October 6, 2009 4:08 pm (CDT) at Hubert H. Humphrey Metrodome in Minneapolis, Minnesota
| Team | 1 | 2 | 3 | 4 | 5 | 6 | 7 | 8 | 9 | 10 | 11 | 12 | R | H | E |
| Detroit | 0 | 0 | 3 | 0 | 0 | 0 | 0 | 1 | 0 | 1 | 0 | 0 | 5 | 12 | 1 |
| Minnesota | 0 | 0 | 1 | 0 | 0 | 1 | 2 | 0 | 0 | 1 | 0 | 1 | 6 | 12 | 0 |
WP: Bob Keppel (1–1) LP: Fernando Rodney (2–5) Home runs: DET: Miguel Cabrera (34), Magglio Ordóñez (9) MIN: Jason Kubel (28), Orlando Cabrera (9) Attendance: 54,088

==Aftermath==
The tie-breaker win clinched the American League Central for the Twins and earned them a spot in the ALDS, in which they were swept by the New York Yankees in three games. The Tigers became the first team in MLB history to have a three-game division lead with four games remaining and lose the division.

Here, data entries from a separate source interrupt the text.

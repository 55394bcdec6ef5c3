// An exemption: arcs that may differ from their hand numbers all the same, for
// a reason somebody stands for, until a date.
//
// It changes no number and no verdict; the release decision passes over what it
// covers, and every report shows it.

#ifndef GATEDYNO_RECORD_EXEMPTION_H_
#define GATEDYNO_RECORD_EXEMPTION_H_

#include <optional>
#include <string>

#include "harness/record/arc_pattern.h"
#include "harness/record/quantity.h"

namespace gatedyno {

struct Exemption {
  ArcPattern where;
  std::optional<Quantity> quantity;  // None: g and p, and not measured.
  std::string reason;
  std::string author;
  std::string expires;  // The last day it holds: "2027-03-31".

  bool operator==(const Exemption&) const = default;
};

// `today` is written as `expires` is: "2026-12-02".
inline bool IsExpired(const Exemption& exemption, const std::string& today) {
  return exemption.expires < today;
}

}  // namespace gatedyno

#endif  // GATEDYNO_RECORD_EXEMPTION_H_
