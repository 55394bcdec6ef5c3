#include "harness/netlist/hierarchy.h"

#include <string>

#include <fmt/format.h>
#include <gtest/gtest.h>

#include "tests/netlist/read_text.h"

namespace gatedyno {
namespace {

TEST(Hierarchy, RefusesASubcircuitThatContainsItself) {
  const std::string call = "x1 a y vdd vss c";
  EXPECT_EQ(ComplaintAbout(Around(call)),
            Worded(2, 16, "subcircuit 'c' contains itself", call));
  EXPECT_EQ(ComplaintAbout(".subckt p a\nx1 a q\n.ends\n"
                           ".subckt q a\nx1 a P\n.ends\n" +
                           InverterAround("")),
            Worded(5, 6, "subcircuit 'P' contains itself", "x1 a P"));
}

std::string Inner(const std::string& header = "") {
  return fmt::format(
      ".subckt inner a y vdd vss {}\nm1 y a vss vss nfet w=1u l=1u\n.ends\n",
      header);
}

TEST(Hierarchy, CountsNets) {
  const std::string few = "x1 a y vdd inner";
  EXPECT_EQ(ComplaintAbout(Around(few) + Inner()),
            Worded(2,
                   12,
                   "subcircuit 'inner' has 4 pins (a y vdd vss), got 3 nets",
                   few));
  const std::string many = "x1 a y vdd vss vss inner";
  EXPECT_EQ(ComplaintAbout(Around(many) + Inner()),
            Worded(2,
                   20,
                   "subcircuit 'inner' has 4 pins (a y vdd vss), got 5 nets",
                   many));
}

TEST(Hierarchy, RefusesUnknownOverrides) {
  const std::string call = "x1 a y vdd vss inner wp=1u";
  EXPECT_EQ(
      ComplaintAbout(Around(call) + Inner("wn=1u")),
      Worded(2, 22, "unknown parameter 'wp' of subcircuit 'inner'", call));
}

std::string Chain(int levels) {
  std::string text;
  for (int i = 0; i < levels; ++i) {
    text += fmt::format(
        ".subckt s{} a y vdd vss\nx1 a y vdd vss s{}\n.ends\n", i, i + 1);
  }
  return text + fmt::format(
                    ".subckt s{} a y vdd vss\nm1 y a vss vss nfet w=1u l=1u\n"
                    ".ends\n",
                    levels);
}

TEST(Hierarchy, LimitsNesting) {
  EXPECT_EQ(ReadOne(Chain(32)).mosfets.size(), 1U);
  for (const int levels : {33, 5'000}) {
    const std::string complaint = ComplaintAbout(Chain(levels));
    EXPECT_NE(complaint.find("instances nested more than 32 deep"),
              std::string::npos)
        << complaint;
  }
}

// The order of definitions must not decide: heights already known count.
TEST(Hierarchy, LimitsNestingOfKnownSubcircuits) {
  const std::string complaint = ComplaintAbout(
      Chain(32) + ".subckt top a y vdd vss\nx1 a y vdd vss s0\n.ends\n");
  EXPECT_EQ(
      complaint,
      Worded(
          101, 16, "instances nested more than 32 deep", "x1 a y vdd vss s0"));
}

}  // namespace
}  // namespace gatedyno
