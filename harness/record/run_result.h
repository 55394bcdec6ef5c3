// All that one run of a plan gave: what every report is made of.

#ifndef GATEDYNO_RECORD_RUN_RESULT_H_
#define GATEDYNO_RECORD_RUN_RESULT_H_

#include <string>
#include <vector>

#include "harness/record/accuracy_check.h"
#include "harness/record/circuit.h"
#include "harness/record/comparison.h"
#include "harness/record/exemption.h"

namespace gatedyno {

// What a report says of a cell above its arcs.
struct CellSummary {
  std::string name;
  std::vector<std::string> functions;  // "y = !(a & b)", one an output.
  int stages = 1;
  int tallest_pull_down = 0;
  int tallest_pull_up = 0;
  Circuit circuit = {};  // Without devices for a run of an older gatedyno.
};

struct FailedJob {
  std::string key;
  std::string label;
  std::string message;
};

struct JobCounts {
  int wanted = 0;  // Distinct jobs of the plan.
  int reused = 0;  // Already measured in the store.
  int simulated = 0;
  int failed = 0;
};

// How the run was made; enough to make it again.
struct RunFacts {
  std::string title;
  std::string node;  // Name.
  std::string node_title;
  Drive drive = Drive::kMatched;
  std::vector<double> fanouts;  // Empty: chosen arc by arc.
  double accuracy = 0.0;        // Asked for, of each delay.
  Tolerance tolerance;
  std::vector<ToleranceRule> tolerance_rules = {};
  std::vector<Exemption> exemptions = {};
  std::string program;  // "gatedyno 0.1.0".
  std::string simulator;
  std::string started;  // ISO 8601, UTC.
};

struct RunResult {
  RunFacts facts;
  std::vector<CellSummary> cells;         // In plan order.
  std::vector<Calibration> calibrations;  // One a corner that has one.
  std::vector<Comparison> comparisons;    // By corner, cell, arc.
  std::vector<FailedJob> failed_jobs;
  std::vector<std::string> warnings;
  AccuracyCheck accuracy;
  JobCounts jobs;
};

}  // namespace gatedyno

#endif  // GATEDYNO_RECORD_RUN_RESULT_H_
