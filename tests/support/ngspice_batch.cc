#include "tests/support/ngspice_batch.h"

#include <atomic>
#include <cctype>
#include <filesystem>
#include <sstream>
#include <string>
#include <system_error>

#include <boost/process.hpp>
#include <fmt/format.h>
#include <gtest/gtest.h>
#include <unistd.h>

#include "harness/base/file.h"

namespace gatedyno {
namespace {

namespace bp = boost::process;

// Tests of one build run side by side in processes of their own.
std::filesystem::path UniqueStem() {
  static std::atomic<int> count = 0;
  return std::filesystem::path(testing::TempDir()) /
         fmt::format("ngspice_batch_{}_{}", getpid(), count++);
}

// The simulator's exit code alone cannot be trusted: an unknown model or a
// failed .meas still ends with 0.
bool IsComplaint(std::string_view line) {
  for (const std::string_view word :
       {"Error", "ERROR", "Fatal", "fatal", "failed", "aborted"}) {
    if (line.find(word) != std::string_view::npos) {
      return true;
    }
  }
  return false;
}

// "Error on line 3 or its substitute:" is followed by the line and the reason.
constexpr int kComplaintLines = 3;

// "name = value", and nothing that looks like it: the closing lines about
// memory ("Stack = 0 bytes.") begin with a capital.
void ReadMeasure(const std::string& line, BatchMeasures& measures) {
  std::istringstream words(line);
  std::string name;
  std::string equals;
  double value = 0.0;
  if (words >> name >> equals >> value && equals == "=" &&
      std::isupper(static_cast<unsigned char>(name.front())) == 0) {
    measures[name] = value;
  }
}

Result<BatchMeasures> ReadLog(const std::string& log, int exit_code) {
  BatchMeasures measures;
  std::string complaints;
  std::istringstream lines(log);
  int lines_to_keep = 0;
  for (std::string line; std::getline(lines, line);) {
    if (IsComplaint(line)) {
      lines_to_keep = kComplaintLines;
    }
    if (lines_to_keep-- > 0) {
      complaints += line + "\n";
    }
    ReadMeasure(line, measures);
  }
  if (complaints.empty() && exit_code != 0) {
    complaints = fmt::format("exit code {}\n", exit_code);
  }
  if (complaints.empty() && measures.empty()) {
    complaints = "no .meas result\n";
  }
  if (!complaints.empty()) {
    return BadInput(complaints);
  }
  return measures;
}

}  // namespace

Result<BatchMeasures> RunBatch(std::string_view deck) {
  const std::filesystem::path stem = UniqueStem();
  const std::string deck_path = stem.string() + ".sp";
  const std::string log_path = stem.string() + ".log";
  if (const Status written = WriteFile(deck_path, deck); !written.ok()) {
    return Forward(written);
  }
  const auto program = bp::search_path("ngspice");
  if (program.empty()) {
    return Unavailable("ngspice: not found on PATH");
  }
  std::error_code failure;
  // -n: the user's start-up file has no say in a test.
  const int exit_code = bp::system(program,
                                   "-n",
                                   "-b",
                                   deck_path,
                                   (bp::std_out & bp::std_err) > log_path,
                                   bp::std_in < bp::null,
                                   failure);
  if (failure) {
    return Unavailable("ngspice: " + failure.message());
  }
  const Result<std::string> log = ReadFile(log_path);
  if (!log.ok()) {
    return Forward(log);
  }
  Result<BatchMeasures> measures = ReadLog(*log, exit_code);
  if (!measures.ok()) {
    return BadInput(fmt::format("{}: {}", log_path, measures.error().message));
  }
  std::filesystem::remove(deck_path, failure);
  std::filesystem::remove(log_path, failure);
  return measures;
}

}  // namespace gatedyno
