#include "harness/record/job_json.h"

#include <fmt/format.h>

namespace gatedyno {

NLOHMANN_JSON_SERIALIZE_ENUM(Edge,
                             {{Edge::kRise, "rise"}, {Edge::kFall, "fall"}})
NLOHMANN_JSON_SERIALIZE_ENUM(Ending,
                             {{Ending::kMeasured, "measured"},
                              {Ending::kFailed, "failed"},
                              {Ending::kTimedOut, "timed out"},
                              {Ending::kCrashed, "crashed"}})
NLOHMANN_DEFINE_TYPE_NON_INTRUSIVE(Crossing, net, level_v, edge, occurrence)
NLOHMANN_DEFINE_TYPE_NON_INTRUSIVE(Interval, name, from, to)
NLOHMANN_DEFINE_TYPE_NON_INTRUSIVE(SwingCheck, net, low_v, high_v)
NLOHMANN_DEFINE_TYPE_NON_INTRUSIVE(
    Job, key, label, deck, intervals, swings, stop_s, time_limit_s)
NLOHMANN_DEFINE_TYPE_NON_INTRUSIVE(
    Outcome, ending, values_s, message, simulator_s)

namespace {

// nlohmann_json reports a missing or mistyped field by exception only.
template <class T>
Result<T> Read(const nlohmann::json& json, const char* what) {
  try {
    return json.get<T>();
  } catch (const nlohmann::json::exception& thrown) {
    return Internal(fmt::format("not a {}: {}", what, thrown.what()));
  }
}

}  // namespace

nlohmann::json JobToJson(const Job& job) {
  return job;
}

Result<Job> JobFromJson(const nlohmann::json& json) {
  return Read<Job>(json, "job");
}

nlohmann::json OutcomeToJson(const Outcome& outcome) {
  return outcome;
}

Result<Outcome> OutcomeFromJson(const nlohmann::json& json) {
  return Read<Outcome>(json, "job's outcome");
}

}  // namespace gatedyno
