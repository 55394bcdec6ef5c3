// How far a run is; what its progress line and `gatedyno status` say.

#ifndef GATEDYNO_RECORD_RUN_PROGRESS_H_
#define GATEDYNO_RECORD_RUN_PROGRESS_H_

#include <string>

#include "harness/record/run_result.h"

namespace gatedyno {

struct RunProgress {
  JobCounts jobs;
  // Jobs of the whole run; an estimate until it ends, since bent arcs take
  // more.
  int expected_jobs = 0;
  int arcs_ended = 0;
  int arcs = 0;
  std::string current;  // Label of the job that ended last.
};

}  // namespace gatedyno

#endif  // GATEDYNO_RECORD_RUN_PROGRESS_H_
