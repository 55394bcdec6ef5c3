// How a job ended.

#ifndef GATEDYNO_RECORD_OUTCOME_H_
#define GATEDYNO_RECORD_OUTCOME_H_

#include <map>
#include <optional>
#include <string>
#include <string_view>

#include "harness/record/waveform.h"

namespace gatedyno {

enum class Ending { kMeasured, kFailed, kTimedOut, kCrashed };

struct Outcome {
  Ending ending = Ending::kFailed;
  // By Interval::name, seconds; filled only when measured.
  std::map<std::string, double> values_s;
  // The simulator's words, or what killed the worker; empty when measured.
  std::string message;
  double simulator_s = 0.0;  // Processor time spent inside the simulator.
  int rung = 0;              // Of Job::settings, in the attempt that ended it.
  std::optional<Waves> waves = std::nullopt;  // Asked for, and measured.

  bool measured() const { return ending == Ending::kMeasured; }
};

std::string_view EndingName(Ending ending);

}  // namespace gatedyno

#endif  // GATEDYNO_RECORD_OUTCOME_H_
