#include "harness/netlist/strict_number.h"

#include <string>

#include <gtest/gtest.h>

namespace gatedyno {
namespace {

constexpr const char* kAtto =
    ": the letter 'a' means atto in some dialects and nothing in others: write "
    "an exponent";
constexpr const char* kDigitsAfterLetter =
    ": some dialects drop the digits after a letter: put the letter last";

TEST(StrictNumber, ReadsScalesAndUnits) {
  const struct {
    std::string text;
    double value;
  } table[] = {
      {"0", 0},       {"12", 12},        {"1.5e-3", 1.5e-3}, {"1t", 1e12},
      {"1g", 1e9},    {"1meg", 1e6},     {"1MEG", 1e6},      {"1k", 1e3},
      {"1m", 1e-3},   {"1M", 1e-3},      {"1mil", 25.4e-6},  {"1u", 1e-6},
      {"1n", 1e-9},   {"1p", 1e-12},     {"1f", 1e-15},      {"1F", 1e-15},
      {"1fF", 1e-15}, {"1uF", 1e-6},     {"10um", 10e-6},    {"1mm", 1e-3},
      {"1kohm", 1e3}, {"1megohms", 1e6}, {"3volts", 3},      {"2ns", 2e-9},
      {"1ghz", 1e9},
  };
  for (const auto& row : table) {
    const auto value = ReadStrictNumber(row.text);
    ASSERT_TRUE(value) << row.text << value.error();
    EXPECT_DOUBLE_EQ(*value, row.value) << row.text;
  }
}

TEST(StrictNumber, Refuses) {
  const struct {
    std::string text;
    std::string why;
  } table[] = {
      {"", ""},
      {"x", ""},
      {"inf", ""},
      {"nan", ""},
      {"2x", ""},
      {"1e", ""},
      {"1milli", ""},
      {"1micron", ""},
      {"1meters", ""},
      {"1farad", ""},
      {"1a", kAtto},
      {"1aF", kAtto},
      {"4k7", kDigitsAfterLetter},
      {"1meg5", kDigitsAfterLetter},
      {"1um2", kDigitsAfterLetter},
      {"1.2.3", ""},
      {".", ""},
      {"1e999", ": too large or too small"},
      {"1e-999", ": too large or too small"},
  };
  for (const auto& row : table) {
    const auto value = ReadStrictNumber(row.text);
    ASSERT_FALSE(value) << row.text << " = " << *value;
    EXPECT_EQ(value.error(), row.why) << row.text;
  }
}

}  // namespace
}  // namespace gatedyno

MLB tie-breaker games (Game 163) counted as regular season games and this game affected certain statistical races for the 2009 season. For example, Jason Beck of MLB.com noted that if the umpire agreed with Brandon Inge on the contentious 12th inning call Inge would have tied for the most HBPs in the American League. Twins' catcher Joe Mauer won the 2009 American League batting title, and his final batting average for the season moved from .364 to .365 in the game.

The game was later chosen by Sports Illustrated as the Best Regular-Season Game of the Decade.